De Ibrahima DIAME, Kaolack
Diokoul Mbelbouk est situé dans le département de Kaffrine. Cette Commune composée de 34 Villages souffre d’une absence d’électricité, et d’un problème d’approvisionnement en Eau.
Les populations qui ont arboré des brassards rouges, sont descendues massivement dans la rue pour dénoncer leurs difficiles conditions de vie. « Nous en avons assez des promesses, depuis l’année on ne nous fait que des promesses » clame le porte parole des manifestants. « En Période campagne » ajoute t-il, les responsables politiques se succèdent ici sous cet arbre devant la mairie où nous les accueillons, pour nous faires des promesses, mais des promesses jamais tenues.
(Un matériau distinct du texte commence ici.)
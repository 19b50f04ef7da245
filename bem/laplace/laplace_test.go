package laplace

import (
	"math"
	"strings"
	"testing"

	"github.com/rimfield/rimfield/bem/job"
	"github.com/rimfield/rimfield/geom"
	"github.com/rimfield/rimfield/mesh"
	"gonum.org/v1/gonum/spatial/r2"
)

func circle(r float64, n int) geom.Ring {
	out := make(geom.Ring, n)
	for k := range out {
		a := 2 * math.Pi * float64(k) / float64(n)
		out[k] = r2.Vec{X: r * math.Cos(a), Y: r * math.Sin(a)}
	}
	return out
}

func reverse(r geom.Ring) geom.Ring {
	out := make(geom.Ring, len(r))
	for k, v := range r {
		out[len(r)-1-k] = v
	}
	return out
}

// An annulus a = 1, b = 2 with u = 1 inside and 0 outside, k = 1: the
// inflow through the inner circle is 2 pi k / ln(b/a) (any potential-theory
// text, e.g. Kellogg, Foundations of Potential Theory, 1929), within 1e-3,
// the default mesh's promise (the 1024-gons add about 1e-5). The headline
// states it in generic words, and the check adds only the common cautions.
func TestJobAnnulus(t *testing.T) {
	outer, inner := circle(2, 1024), circle(1, 1024)
	sc := &geom.Scene{
		Problem: geom.Problem{Physics: geom.Laplace, Scale: 1},
		Regions: []geom.Region{{Name: "ring", Polygons: []geom.Polygon{{outer, reverse(inner)}}, Material: geom.Material{Kx: 1, Ky: 1}}},
		Edges: []geom.Edge{
			{Name: "inner", Lines: []geom.Line{append(geom.Line(inner), inner[0])}, Cond: geom.Condition{Kind: geom.Potential, Value: 1}},
			{Name: "outer", Lines: []geom.Line{append(geom.Line(outer), outer[0])}, Cond: geom.Condition{Kind: geom.Potential, Value: 0}},
		},
	}
	lay, err := sc.Layout()
	if err != nil {
		t.Fatal(err)
	}
	m, err := mesh.Build(lay, mesh.Options{})
	if err != nil {
		t.Fatal(err)
	}
	j := New()
	s := &job.Setup{Scene: sc, Mesh: m}
	out, err := j.Solve(s)
	if err != nil {
		t.Fatal(err)
	}
	want := 2 * math.Pi / math.Log(2)
	if got := out.Solution.Owners()[0].Inflow; math.Abs(got-want) > 1e-3*want {
		t.Errorf("inflow %.7g, want %.7g", got, want)
	}
	if out.Section != nil || len(out.Columns) != 0 || len(out.Tables) != 0 {
		t.Errorf("the generic job adds nothing: %+v", out)
	}
	if !strings.HasPrefix(out.Headline, "inflow 9.06") || !strings.Contains(out.Headline, `through "inner"`) {
		t.Errorf("headline %q", out.Headline)
	}
	c, err := j.Check(s)
	if err != nil || c.Refusal != nil || len(c.Lines) != 0 || len(c.Cautions) == 0 || c.Cautions[0].Topic != "2d_idealisation" {
		t.Errorf("check %+v, %v", c, err)
	}
}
Outre l’absence d’électrification, les populations de la Commune de Diokoul Mbelbouk sont aussi confrontées à un problème d’approvisionnement correct en eau. « Le seul forage qui alimente neuf villages, ne fonctionnant que par le biais d’un groupe électrogène », peine à couvrir les besoins des populations, indique toujours le porte parole des manifestants.
Les Femmes, elles, n’étaient point en reste dans la manifestation. Elles se considèrent comme les plus grandes victimes de cette terrible situation. Leur vie n’est pas du tout repos, elles font plusieurs kilomètres pour avoir le liquide précieux, et les puits restent pour certaines localités le seul recours pour obtenir de l’eau à boire. Une situation qu’elles ont vigoureusement dénoncé lors de ce rassemblement de protestation coloré de rouge.
L’autre difficulté des Femmes de cette localité, c’est le manque de moulins à mil. Elles pilent toujours les céréales par le biais des mortiers traditionnels avec des pilons. Et selon elles, ces dures conditions de vie dépassées depuis belle lurette dans plusieurs contrées du Sénégal, demeurent des pratiques quotidiennes chez elles. D’où leurs cris du cœur adressés aux autorités gouvernementales, notamment au Ministre de la Femme, celui chargé de l’électrification rurale.
Les populations de Diokoul Mbelbouk menacent d’ailleurs de boycotter les élections législatives, si toutefois, elles n’ont pas une oreille attentive de la part des autorités en charge de leurs doléances.